- Born: Maurice H. Reid September 25, 1927
- Died: August 15, 2020 (aged 92)

= Lefty Reid =

Canadian curator (1927–2020)

Maurice H. "Lefty" Reid (25 September 1927 - 15 August 2020) was a curator of the Hockey Hall of Fame (1967-1992), based in Toronto, Ontario, Canada.

He was raised in Blytheswood (now Leamington, Ontario), and Reid worked at the Peterborough Examiner then later moved to Toronto to work at The Toronto Telegram as sports layout editor.

While there, he began volunteering at the Hockey Hall of Fame before being hired as curator.
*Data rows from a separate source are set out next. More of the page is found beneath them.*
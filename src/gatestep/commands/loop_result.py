"""What ``gatestep bench loop`` is to measure, and the result it prints, saves and compares."""

from __future__ import annotations

import hashlib
import json
import os
import platform
from dataclasses import dataclass, field
from datetime import UTC, datetime
from pathlib import Path
from typing import TYPE_CHECKING, Any

from ..errors import FileError

if TYPE_CHECKING:
    from ..config import LoadedRig
    from ..measuring import Run
    from .loop_target import Target

KIND, FORMAT = "gatestep bench loop", 1
SHORTEST_S, LONGEST_S = 0.05, 600.0
MOST_ROUNDS, MOST_BURNERS = 50, 256
MOST_TICKS = 20_000_000
"""Ticks in one round: 640 MB."""


@dataclass(frozen=True)
class Plan:
    """What to measure, and how long: every figure is checked when it is made.

    Raises
    ------
    FileError
        When a figure is out of its range.
    """

    seconds: float
    rounds: int
    burners: int
    sleep: bool
    realtime: bool

    def __post_init__(self) -> None:
        if not SHORTEST_S <= self.seconds <= LONGEST_S:
            raise FileError(
                f"--seconds {self.seconds:g}: give {SHORTEST_S:g} to {LONGEST_S:g} seconds for "
                "each way of sending"
            )
        if not 1 <= self.rounds <= MOST_ROUNDS:
            raise FileError(f"--rounds {self.rounds}: give 1 to {MOST_ROUNDS}")
        if not 0 <= self.burners <= MOST_BURNERS:
            raise FileError(f"--burners {self.burners}: give 1 to {MOST_BURNERS}")

    @property
    def conditions(self) -> list[str]:
        """Names of the conditions, in the order of each round."""
        return ["quiet", "loaded"] if self.burners else ["quiet"]

    def ticks(self, interval_us: float) -> int:
        """Ticks in one round.

        Raises
        ------
        FileError
            When there are none, or too many to keep.
        """
        ticks = int(self.seconds / self.rounds * 1e6 / interval_us + 1e-9)
        if not 1 <= ticks <= MOST_TICKS:
            raise FileError(
                f"--seconds {self.seconds:g} in {self.rounds} round(s) makes {ticks} ticks of "
                f"{interval_us:g} µs a round; 1 to {MOST_TICKS} are possible"
            )
        return ticks


@dataclass
class Measured:
    """Every round that was measured, and what ended the measurement early, if anything."""

    runs: dict[tuple[str, str], list[Run]] = field(default_factory=dict)
    fault: str | None = None
    interrupted: bool = False
    load_average: float = field(default_factory=lambda: os.getloadavg()[0])
    """Of the minute before, when this is made: what else the machine did."""


def make_result(
    rig: LoadedRig, plan: Plan, target: Target, client: dict[str, Any], measured: Measured
) -> dict[str, Any]:
    """Everything that is known of a measurement, as plain numbers and words."""
    from ..timing import carried, series_figures

    loop = rig.spec.loop
    conditions: dict[str, dict[str, Any]] = {}
    for (condition, kind), runs in measured.runs.items():
        conditions.setdefault(condition, {})[kind] = series_figures(runs, loop)
    return {
        "kind": KIND,
        "format": FORMAT,
        "date": datetime.now(UTC).isoformat(timespec="seconds"),
        "complete": measured.fault is None,
        "fault": measured.fault,
        "host": host_facts(),
        "rig": {
            "file": rig.path.name,
            "sha256": hashlib.sha256(rig.text.encode()).hexdigest(),
            "interval_us": loop.interval_us,
            "budget_us": loop.budget,
            "apply": loop.apply,
            "cells": [
                {"name": c.name, "model": c.model, "capacitance_pf": c.capacitance_pf}
                for c in rig.spec.cell
            ],
        },
        "server": target.facts,
        "client": client,
        "load_average": measured.load_average,
        "plan": {"seconds": plan.seconds, "rounds": plan.rounds, "burners": plan.burners},
        "conditions": conditions,
        "carries": {
            condition: carried(kinds["tick"], rig.spec)
            for condition, kinds in conditions.items()
            if "tick" in kinds
        },
    }


def host_facts() -> dict[str, Any]:
    """What the machine is, without its name."""
    import numba
    import zmq

    from .. import __version__
    from ..burners import usable_cores

    return {
        "cpu": _cpu_model(),
        "cores": os.cpu_count(),
        "usable_cores": usable_cores(),
        "kernel": f"{platform.system()} {platform.release()}",
        "realtime_kernel": Path("/sys/kernel/realtime").exists(),
        "nice": os.getpriority(os.PRIO_PROCESS, 0),
        "python": platform.python_version(),
        "numba": numba.__version__,
        "libzmq": zmq.zmq_version(),
        "gatestep": __version__,
    }


def _cpu_model() -> str:
    try:
        for line in Path("/proc/cpuinfo").read_text(encoding="utf-8").splitlines():
            if line.lower().startswith("model name"):
                return line.partition(":")[2].strip()
    except OSError:
        pass
    return platform.processor() or platform.machine()


def read_result(path: Path) -> dict[str, Any]:
    """A result that ``--save`` wrote.

    Raises
    ------
    FileError
        When the file is missing or holds something else.
    """
    try:
        result = json.loads(path.read_text(encoding="utf-8"))
    except (OSError, ValueError) as fault:
        raise FileError(f"--compare {path}: cannot be read ({fault})") from fault
    if not isinstance(result, dict) or result.get("kind") != KIND:
        raise FileError(f"--compare {path}: holds no result of 'gatestep bench loop --save'")
    if result.get("format") != FORMAT:
        raise FileError(
            f"--compare {path}: has format {result.get('format')!r}; this version reads {FORMAT}"
        )
    # Compared with itself: what is not whole must show before minutes of measuring.
    compare_results(result, result, path)
    return result


def compare_results(before: dict[str, Any], now: dict[str, Any], path: Path) -> dict[str, Any]:
    """The comparison part of a result, and what besides the times is not the same.

    Raises
    ------
    FileError
        When the older result lacks what the comparison reads.
    """
    from ..timing import comparison

    try:
        unlike = {
            f"{part}.{key}": [before[part][key], value]
            for part in ("host", "rig", "server", "client", "plan")
            for key, value in now[part].items()
            if before[part].get(key) != value and key != "file"
        }
        rows = comparison(before, now)
    except (KeyError, TypeError, AttributeError) as fault:
        raise FileError(f"--compare {path}: is not whole ({fault!r} in it)") from fault
    return {"file": str(path), "date": before["date"], "unlike": unlike, "rows": rows}
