"""``gatestep demo``: a server, a simulated rig, a plan of three sweeps, and its record.

The scenario is our own invention: a passive cell answers a current step; given Na
and K conductances it fires; given an M-type K conductance as well, it fires and adapts.
The server plays it as a plan while the loop runs, and its journal is replayed, reported
and, with the extra for it, exported. Cell and data are simulated.
"""

from __future__ import annotations

import json
import time
from collections.abc import Iterator
from contextlib import contextmanager
from dataclasses import dataclass
from itertools import pairwise
from pathlib import Path
from typing import TYPE_CHECKING, Any

from ..errors import FileError, LinkError, MissingExtraError
from .demo_rigs import STATEMENT, check_alive, living, served, write_file, write_rig

if TYPE_CHECKING:
    from ..control import Control
    from ..journalfile import JournalFile

INTERVAL_US = 25.0
_LOOK_S = 0.02
_PATIENCE_S = 120.0
STEP_PA = 250.0
SHORTEST_S, LONGEST_S = 0.3, 60.0
PARTS = ("cell alone", "with Na and K", "with Na, K and M-type K")
_ON, _OFF = 0.2, 0.9  # of the step, as a share of each part

_CELLS = """\
[[cell]]
name = "cell"
model = "regular-spiking"
capacitance_pf = 118.4
[cell.limits]
current_pa = 80000
window_mv = [-120, 80]

[simulated]
pace = "lockstep"
[[simulated.cell]]
capacitance_pf = 118.4
leak_ns = 4.0
leak_mv = -70.0
noise_mv = 0.02
"""
_PLAN = """\
# Written by gatestep demo. {statement}
title = "A conductance given through the loop"

[plan]
pause_ms = 0
"""
_SWEEP = """
[[sweep]]
name = "part-{number}"
condition = "{name}"
duration_ms = {length_ms}
{setting}
[[sweep.stimulus]]
kind = "step"
start_ms = {start_ms}
stop_ms = {stop_ms}
current_pa = {step_pa}
"""
_SETTINGS = ("scale = 0.0", "", 'model = "regular-spiking-m"')

PROOF_US = 100.0
PROOF_PARTS = ("plain loop", "anticipating")
_PROOF_CELL = """\
[[cell]]
name = "{name}"
model = "regular-spiking-m"
{capacitance}
[cell.limits]
current_pa = 40000
window_mv = [-200, 200]

"""
_PROOF_S = 0.26
_PROOF_SIMULATED = """\
[[simulated.cell]]
capacitance_pf = 118.4
leak_ns = 4.0
leak_mv = -70.0
[[simulated.cell.step]]
start_ms = 30
stop_ms = 230
current_pa = {step_pa}
"""


@dataclass(frozen=True)
class Part:
    """One part of the scenario: what was in force, and its step, in ms."""

    name: str
    start_ms: float
    step_ms: float
    stop_ms: float
    end_ms: float


def demo(seconds: float, out: Path, json_output: bool) -> int:
    """Play the scenario and say what came of it; returns the exit status.

    Parameters
    ----------
    seconds : float
        Length of the scenario in the simulated rig's time, 0.3 to 60 s.
    out : Path
        Folder for the rig file, the trace and the figure.
    json_output : bool
        Print the summary as JSON.

    Raises
    ------
    GatestepError
        When the folder cannot be written or one of the two processes fails.
    """
    if not SHORTEST_S <= seconds <= LONGEST_S:
        raise FileError(f"--seconds {seconds:g}: give {SHORTEST_S:g} to {LONGEST_S:g} seconds")
    rig_file = write_rig(out / "rig.toml", INTERVAL_US, _CELLS)
    plan_file = write_file(out / "plan.toml", _plan(scenario(seconds)))
    with _bar(not json_output) as progress:
        progress("starting; the first start of an installation compiles", None)
        played = _play(rig_file, plan_file, progress)
        proof = _prove(out, progress)
        progress("replaying and reporting", None)
        kept = _keep(out, out / "records" / Path(played.pop("journal")).name)
    kept["files"] = {"rig": str(rig_file), "plan": str(plan_file), **kept["files"]}
    summary = {"about": STATEMENT, **kept, **played, "anticipation": proof}
    print(json.dumps(summary) if json_output else _text(summary))
    return 0


def scenario(seconds: float) -> list[Part]:
    """The parts of the scenario, evenly long."""
    length = 1000.0 * seconds / len(PARTS)
    return [
        Part(name, k * length, (k + _ON) * length, (k + _OFF) * length, (k + 1) * length)
        for k, name in enumerate(PARTS)
    ]


def _plan(parts: list[Part]) -> str:
    """The scenario as a plan: a sweep for each part."""
    sweeps = [
        _SWEEP.format(
            number=number,
            name=part.name,
            length_ms=round(part.end_ms - part.start_ms, 6),
            setting=setting,
            start_ms=round(part.step_ms - part.start_ms, 6),
            stop_ms=round(part.stop_ms - part.start_ms, 6),
            step_pa=STEP_PA,
        )
        for number, (part, setting) in enumerate(zip(parts, _SETTINGS, strict=True), 1)
    ]
    return _PLAN.format(statement=STATEMENT) + "".join(sweeps)


def _write_proof(out: Path) -> Path:
    """Two like cells: the loop anticipates for the one whose capacitance it is told."""
    stated = ("# capacitance not stated: a plain loop", "capacitance_pf = 118.4")
    cells = "".join(
        _PROOF_CELL.format(name=name.replace(" ", "-"), capacitance=text)
        for name, text in zip(PROOF_PARTS, stated, strict=True)
    )
    simulated = '[record]\non = false\n\n[simulated]\npace = "lockstep"\n'
    simulated += 2 * _PROOF_SIMULATED.format(step_pa=STEP_PA)
    return write_rig(out / "anticipation.toml", PROOF_US, cells + simulated)


def _play(rig_file: Path, plan_file: Path, progress: Any) -> dict[str, Any]:
    """Run the plan on a server of our own; the loop's figures, and where its journal is."""
    with served(rig_file) as (server, control), living(rig_file) as rig:
        while not _is_sampled(control):
            check_alive(server, "server")
            rig.check()
            time.sleep(_LOOK_S)
        control.run(plan_file.read_text(encoding="utf-8"), plan_file, timeout_s=_PATIENCE_S)
        while (plan := control.ask("sweeps")["plan"])["running"]:
            check_alive(server, "server")
            rig.check()
            now = plan["now"]
            share = plan["ended"] + (now["ticks_done"] / now["ticks"] if now else 0.0)
            progress("running", share / plan["sweeps"])
            time.sleep(_LOOK_S)
        status = control.status()
        trips = rig.end()
        control.stop()
        server.wait(_PATIENCE_S)
    if plan["why"] != "complete":
        raise LinkError(f"the plan ended early: {plan['why']}")
    counts = ("answered", "clipped", "late", "missed", "trips")
    return {
        **{name: status[name] for name in counts},
        "service_nsec": status["service_nsec"],
        "round_trip_us": trips,
        "journal": status["recording"]["path"],
    }


def _is_sampled(control: Control) -> bool:
    try:
        return control.ask("status", timeout_s=0.5)["seq"] is not None
    except LinkError:
        return False


def _prove(out: Path, progress: Any) -> dict[str, Any]:
    """Run the same model plain and anticipating, where plain fails; what came of it."""
    from ..config import load_rig
    from ..simrig import SimRig

    progress("the same at a slow tick, plain and anticipating", None)
    rig_file = _write_proof(out)
    rig = load_rig(rig_file)
    with (
        served(rig_file, "--arm", "--force") as (server, control),
        SimRig(rig.spec, rig.folder, connect_s=_PATIENCE_S) as there,
    ):
        trace = there.run(_PROOF_S)
        control.stop()
        server.wait(_PATIENCE_S)
    figures = {}
    for c, name in enumerate(PROOF_PARTS):
        low, high = float(trace.v_mv[:, c].min()), float(trace.v_mv[:, c].max())
        figures[name] = {"spikes": len(trace.spikes(c)), "trough_mv": low, "peak_mv": high}
    path = out / "anticipation.npz"
    trace.save(path)
    return {"interval_us": PROOF_US, "trace": str(path), "parts": figures}


def _keep(out: Path, path: Path) -> dict[str, Any]:
    """What the journal gives: the parts' figures, the replay's verdict, and files."""
    from ..comparison import compare
    from ..journalfile import open_journal
    from .report import measure_journal

    with open_journal(path) as journal:
        verdict = compare(journal)
        rows = measure_journal(journal, drawn=False)[0]["sweeps"]
        files, notes = _draw(out, journal)
    return {
        "parts": [_part_figures(row) for row in rows],
        "replay": "identical" if verdict.identical and verdict.complete else "NOT identical",
        "files": {"journal": str(path), **files, **_export(path, out / "demo.nwb", notes)},
        "notes": notes,
    }


def _draw(out: Path, journal: JournalFile) -> tuple[dict[str, str], list[str]]:
    """The figures, where they can be drawn, and why not where they cannot."""
    from ..simtrace import Trace
    from .demo_figures import draw_proof, draw_scenario
    from .report import report_files

    try:
        files = {"figure": str(draw_scenario(journal, out / "demo.png"))}
        proof = Trace.load(out / "anticipation.npz")
        files["anticipation"] = str(draw_proof(proof, PROOF_US, out / "anticipation.png"))
        files["report"] = str(report_files(journal, out / "report"))
    except MissingExtraError as missing:
        return {}, [f"no figures: {missing}"]
    return files, []


def _export(path: Path, out: Path, notes: list[str]) -> dict[str, str]:
    """The NWB file, where the extra for it is there."""
    from ..nwb import export

    try:
        return {"export": str(export(path, out, overwrite=True).path)}
    except MissingExtraError as missing:
        notes.append(f"no NWB file: {missing}")
        return {}


def _part_figures(row: dict[str, Any]) -> dict[str, Any]:
    times = row["spikes_ms"]
    intervals = [after - before for before, after in pairwise(times)]
    return {
        "name": row["condition"],
        "spikes": len(times),
        "first_spike_latency_ms": row["latency_ms"],
        "first_interval_ms": intervals[0] if intervals else None,
        "last_interval_ms": intervals[-1] if intervals else None,
        "peak_mv": row["peak_mv"],
    }


def _text(summary: dict[str, Any]) -> str:
    lines = [f"gatestep demo. {summary['about']}", ""]
    head = f"{'':26}{'spikes':>7}{'first after':>13}{'intervals':>20}{'peak':>10}"
    lines.append(head)
    for part in summary["parts"]:
        first, last = part["first_interval_ms"], part["last_interval_ms"]
        intervals = "-" if first is None else f"{first:.1f} to {last:.1f} ms"
        latency = part["first_spike_latency_ms"]
        after = "-" if latency is None else f"{latency:.1f} ms"
        peak = "-" if part["peak_mv"] is None else f"{part['peak_mv']:.1f} mV"
        lines.append(f"{part['name']:26}{part['spikes']:>7}{after:>13}{intervals:>20}{peak:>10}")
    service = {k: v / 1000 for k, v in summary["service_nsec"].items()}
    trips = summary["round_trip_us"]
    lines += [
        "",
        f"answered {summary['answered']}   clipped {summary['clipped']}   late {summary['late']}   "
        f"missed {summary['missed']}   trips {summary['trips']}",
        "service time (µs)   " + "   ".join(f"{k} {v:.1f}" for k, v in service.items()),
        f"round trip (µs)     p50 {trips['p50']:.0f}   p99 {trips['p99']:.0f}",
        "",
        f"with Na, K and M-type K at a tick and a delay of {PROOF_US:g} µs:",
        *(
            f"{name:26}{found['spikes']:>7} spikes, {found['trough_mv']:.0f} to "
            f"{found['peak_mv']:.0f} mV"
            for name, found in summary["anticipation"]["parts"].items()
        ),
        "",
        f"replay        {summary['replay']}",
        *(f"{k:13} {v}" for k, v in summary["files"].items()),
        *summary["notes"],
    ]
    return "\n".join(lines)


@contextmanager
def _bar(shown: bool) -> Iterator[Any]:
    """A progress line on stderr: call with a phase and a fraction, None for unknown."""
    from rich.console import Console
    from rich.progress import BarColumn, Progress, TextColumn, TimeElapsedColumn

    columns = (TextColumn("{task.description}"), BarColumn(), TimeElapsedColumn())
    console = Console(stderr=True)
    with Progress(*columns, console=console, transient=True, disable=not shown) as bar:
        task = bar.add_task("starting", total=None)

        def show(phase: str, fraction: float | None) -> None:
            if fraction is None:
                bar.update(task, description=phase, total=None)
            else:
                # Never quite whole: the clock of a task that is done stands still.
                bar.update(task, description=phase, total=1.0, completed=min(fraction, 0.99))

        yield show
Reid was initially responsible for both the Hockey Hall of Fame and Canada's Sports Hall of Fame, both of which were housed in a small building on the grounds of the Canadian National Exhibition. Then from the time of the retirement of Bobby Hewitson in 1967, until Reid's own retirement in 1992, when Scotty Morrison took over the reins, Reid took what he described as " a basement full of old sticks and pucks" and helped to create a truly great museum.

Reid was also secretary of the Hockey Hall of Fame selection committee during his tenure with the Hall.

He also held many positions with ASMHOF (Association of Halls of Fame and Museums) including President and Vice President.

In his retirement, Reid returned to Peterborough, where he was honoured with a key to the city after voluntarily helping to create a new sports hall of fame there.

He was inducted into the Peterborough and District Sports Hall of Fame in 2006. https://pdshof.com/inductees/maurice-lefty-reid/

Reid had been a competitive bowler and was vice-president of Ontario Bowlers Council from 1959 to 1962.
Reid still holds the Peterborough city 3 game five pin record of 1143.
As a softball pitcher, he played from the 1940s to the 1980s. Reid was the first left handed windmill pitcher in Ontario.